==== Source data ====

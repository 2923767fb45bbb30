"""Simulated meters: false alarms come at the stated rate, and errors of the stated size are found at the stated rate.

Seeded; the bounds are those that a binomial count with the stated rate keeps in 99.9 % of all series.
"""

from dataclasses import replace

import numpy as np
import pandas as pd
import pytest
from scipy.stats import binom

from dec.audit.questions import balance, loops
from dec.audit.suspects import CRITICAL
from dec.calculus.columns import Column
from dec.calculus.dataset import Dataset

N = 1000
ENDS = [("S", "A"), ("A", "B"), ("A", "C"), ("B", "C"), ("C", "D"), ("B", "D"), ("D", "T"), ("C", "C"), ("C", "E")]
ENDS += [("E", "D"), ("E", "E2")]
FLOW = np.array([8.0, 5.0, 3.0, 1.5, 2.5, 3.5, 8.0, 0.0, 2.0, 2.0, 0.0])
HEIGHT = dict(zip(["S", "A", "B", "C", "D", "E", "E2", "T"], [0.0, 2, 3, -1, 5, 4, 4, 7], strict=True))
SD = np.array([0.1, 0.2, 0.1, 0.3, 0.1, 0.15, 0.1, 0.1, 0.2, 0.1, 0.1])


def bounds(rate: float, n: int = N) -> tuple[int, int]:
    return int(binom.ppf(0.0005, n, rate)), int(binom.ppf(0.9995, n, rate))


def simulated(law: str, seed: int, *, error_on: int | None = None, error: float = 0.0):
    rng = np.random.default_rng(seed)
    frame = pd.DataFrame(ENDS, columns=["from", "to"])
    net = Dataset.from_frames(frame, pd.DataFrame({"id": list(HEIGHT)}))
    true = FLOW if law == "balance" else np.array([HEIGHT[b] - HEIGHT[a] for a, b in ENDS])
    for _ in range(N):
        reading = true + SD * rng.standard_normal(len(SD))
        if error_on is not None:
            reading[error_on] += error
        one = replace(net, columns={0: net.columns[0], 1: {"y": Column("y", reading)}})
        yield balance(one, "y", sd=SD, open=["S", "T"]) if law == "balance" else loops(one, "y", sd=SD, fixed={"S": 0})


@pytest.mark.parametrize(("law", "dof"), [("balance", 6), ("loop", 4)])
def test_clean_meters_fail_the_global_test_in_five_per_cent(law: str, dof: int):
    audits = list(simulated(law, 20))
    assert {audit.dof for audit in audits} == {dof}
    low, high = bounds(0.05)
    assert low <= sum(not audit.holds for audit in audits) <= high
    assert np.mean([audit.chi_square for audit in audits]) == pytest.approx(dof, abs=3.3 * np.sqrt(2 * dof / N))
    statistics = np.array([audit.tables["edges"]["statistic"] for audit in audits])[:, [1, 4, 8]]
    low, high = bounds(0.05)
    for column in statistics.T:
        assert low <= (column > 1.959964).sum() <= high
    assert (statistics > CRITICAL).sum() <= bounds(0.001, 3 * N)[1]


@pytest.mark.parametrize("law", ["balance", "loop"])
def test_an_error_of_the_detectable_size_is_found_in_eighty_per_cent(law: str):
    edge = 1
    detectable = next(iter(simulated(law, 0))).tables["edges"]["detectable"][edge]
    audits = simulated(law, 21, error_on=edge, error=detectable)
    found = sum(audit.tables["edges"]["statistic"][edge] > CRITICAL for audit in audits)
    low, high = bounds(0.8)
    assert low <= found <= high
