"""The least sum of absolute changes: its optimum against the dual program, and that it changes few readings."""

from unittest.mock import patch

import numpy as np
import pandas as pd
import pytest
from scipy.optimize import linprog

from dec.audit.questions import balance, loops
from dec.audit.record import Audit
from dec.audit.tested import testing
from dec.calculus.dataset import Dataset

from .measured_networks import Measured, measured


def changes_of(net: Measured) -> tuple[Audit, np.ndarray]:
    """The audit, and what it adds to each reading, in the order of the reference."""
    seen: list[np.ndarray] = []
    plain = testing.least_absolute

    def kept(*args: object, **more: object) -> np.ndarray:
        seen.append(plain(*args, **more))  # type: ignore[arg-type]
        return seen[-1]

    with patch.object(testing, "least_absolute", kept):
        audit = net.audit(robust=True)
    return audit, seen[0][net.exact.at]


@pytest.mark.parametrize("law", ["balance", "loop"])
def test_the_optimum_is_that_of_the_dual_program(law: str):
    """By duality the least sum |v| / sd with C v = -misses is the largest -misses' u with |C' u| <= 1 / sd."""
    compared = 0
    for seed in range(5000, 5060):
        net = measured(law, seed)
        exact = net.exact
        if not exact.dof:
            continue
        audit, change = changes_of(net)
        checks = np.array([[float(x) for x in row] for row in exact.checks])
        misses = np.array([float(x) for x in exact.misses])
        price = np.array([float(x) ** -0.5 for x in exact.variance])
        scale = 1 + np.abs(misses).max()
        np.testing.assert_allclose(checks @ change, -misses, atol=1e-7 * scale)
        dual = linprog(
            misses, A_ub=np.vstack([checks.T, -checks.T]), b_ub=np.tile(price, 2), bounds=(None, None), method="highs"
        )
        assert np.abs(change) @ price == pytest.approx(-dual.fun, rel=1e-7, abs=1e-7)
        said = audit.extra["robust"]
        size = np.abs(change) * price
        assert said["changed"] == (size > 1e-9).sum()
        assert said["changed"] <= exact.dof  # a vertex of the polytope
        told = [row["times_sd"] for row in said["large"]]
        assert told == pytest.approx(sorted(size[size > 3.2905], reverse=True)[:20], rel=1e-9)
        for row in said["large"]:
            assert abs(row["estimate"] - row["value"]) > 0
        compared += 1
    assert compared > 20


def test_one_gross_error_changes_one_reading_only():
    """All pairs of six vertices; the flows are twice as many with the ends of each."""
    height = [0.0, 3, 7, -2, 5, 11]
    pairs = [(a, b) for a in range(6) for b in range(a)]
    for wrong in range(len(pairs)):
        rise = np.array([height[b] - height[a] for a, b in pairs])
        rise[wrong] += 4.0
        frame = pd.DataFrame(pairs, columns=["from", "to"]).assign(y=rise)
        said = loops(Dataset.from_frames(frame), "y", sd=0.01, robust=True).extra["robust"]
        assert said["changed"] == 1
        (row,) = said["large"]
        assert (row["kind"], row["id"]) == ("edge", str(wrong + 1))
        assert row["estimate"] == pytest.approx(rise[wrong] - 4.0)
        assert row["times_sd"] == pytest.approx(400.0)


def test_one_gross_flow_changes_one_reading_only():
    """A wrong meter is seen at both its ends; all others balance, so nothing cheaper explains it."""
    ends = [("S", "A"), ("S", "B"), ("A", "B"), ("A", "C"), ("B", "D"), ("C", "D"), ("C", "T"), ("D", "T")]
    flow = np.array([6.0, 4.0, 1.0, 5.0, 5.0, 2.0, 3.0, 7.0])
    for wrong in (2, 3, 4, 5):
        reading = flow.copy()
        reading[wrong] += 3.0
        frame = pd.DataFrame(ends, columns=["from", "to"]).assign(y=reading)
        said = balance(Dataset.from_frames(frame), "y", sd=0.01, open=["S", "T"], robust=True).extra["robust"]
        assert [(row["id"], row["estimate"]) for row in said["large"]] == [(str(wrong + 1), pytest.approx(flow[wrong]))]
        assert said["changed"] == 1


def test_nothing_is_said_unless_asked():
    frame = pd.DataFrame({"from": ["A", "A"], "to": ["B", "B"], "y": [1.0, 2.0]})
    assert loops(Dataset.from_frames(frame), "y", sd=0.1).extra["robust"] is None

====

_Exercise instructions_:
Please find the lines in the data that contain the word "linprog" and copy them.

_Written answer_:
from scipy.optimize import linprog
        dual = linprog(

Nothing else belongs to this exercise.